Roos M. Bakker


2026

Ensuring trustworthy and traceable outputs from Large Language Models (LLMs) is crucial in high-stakes domains such as law. Retrieval-Augmented Generation (RAG) offers a way to enhance LLMs with domain-specific or updated information and provide attribution to the source, and recent work has focused on knowledge-based RAG (K-RAG) for improved factual grounding. However, proper evaluation of such systems requires high-quality datasets. To address this need, we introduce QuALA-NL: a dataset that provides attributions to legal formalizations, enabling experiments with K-RAG in the legal domain. The dataset contains 101 QA pairs on three Dutch laws, with attributions to the law text and a formalization of the interpretation of the legal text.

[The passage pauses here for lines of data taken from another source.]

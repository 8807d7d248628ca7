"""Tables of measured data: stated columns, nothing guessed, every cell checked."""

from __future__ import annotations

import csv
import dataclasses
import math
import os
import re
from collections.abc import Mapping, Sequence
from dataclasses import dataclass
from pathlib import Path

import numpy as np
from numpy.typing import NDArray

from thermo.errors import DataError, UnitsError
from thermo.fit.amounts import read_amount
from thermo.fit.masks import read_masks
from thermo.fit.strict import Section, did_you_mean
from thermo.units import quantity_factor, unit_name

Vector = NDArray[np.float64]

#: Quantities a data set may hold, by their names in thermo.units.
QUANTITIES = ("susceptibility", "chi_T", "specific_heat", "specific_heat_over_T", "magnetization")
#: Quantities that need a conserved moment and one common g.
MAGNETIC = ("susceptibility", "chi_T", "magnetization")
DELIMITERS: Mapping[str, str] = {",": ",", ";": ";", "tab": "\t", "space": " "}
COMMENT = "#"
#: Sizes of numbers that can be used: squares and quotients of them are finite.
SMALLEST, LARGEST = 1e-100, 1e100


@dataclass(frozen=True, eq=False)
class Measured:
    """One data set, its used points in SI units (numbers as they are for a dimensionless model).

    ``temperature`` [K], ``field`` [T], ``value`` and ``uncertainty`` [SI unit of the quantity,
    per mole of ``per``] have shape (n,), as has ``line``, the line of each point in the file.
    ``uncertainty`` is None where the study states none. ``to_si`` takes the file's unit to SI.
    ``direction`` of the field in the model's axes is "z", or "" where the study states none.
    ``sample`` is the word for what was measured, "" where the study states none; ``scale_error``
    the relative error all points share (mass), None for none. ``parameter_names`` and ``scales``
    say which parameters play which roles for the set (fit/roles.py).
    """

    name: str
    file: str
    quantity: str
    units: str
    per: str
    temperature: Vector
    field: Vector
    value: Vector
    uncertainty: Vector | None
    line: NDArray[np.int64]
    n_masked: int
    to_si: float
    direction: str = ""
    sample: str = ""
    scale_error: float | None = None
    parameter_names: Mapping[str, str] = dataclasses.field(default_factory=dict)
    scales: tuple[str, ...] = ()

    @property
    def n_points(self) -> int:
        """Number of points that enter the fit."""
        return len(self.value)

    @property
    def word(self) -> str:
        """The set's name as a word, for names of parameters: "chi (run 2)" is "chi_run_2"."""
        return re.sub(r"\W+", "_", self.name).strip("_")

    @property
    def own_scale(self) -> str:
        """The name its own scale would have."""
        return f"scale_{self.word}"

    @property
    def feels_direction(self) -> bool:
        """Whether the field's direction matters to what was measured."""
        return self.quantity in MAGNETIC or bool(np.any(self.field > 0))


@dataclass(frozen=True)
class _Rows:
    """The cells of a table: a line number for each row, and the columns wanted from each."""

    path: str
    lines: list[int]
    cells: list[list[str]]
    header: list[str] | None
    delimiter: str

To demonstrate the capabilities of the dataset, we perform experiments using four configurations: LLM-only, RAG using legal texts, K-RAG using a formalization of the legal texts, and RAG combining both legal texts and the formalizations. The results show that K-RAG has the highest retrieval scores, but that this method is outperformed by text-based RAG on generation. A qualitative analysis shows that the use of the knowledge graph for the generation of answers can be improved. QuALA-NL can be used in future work to experiment with knowledge-based Retrieval Augmented Generation methods.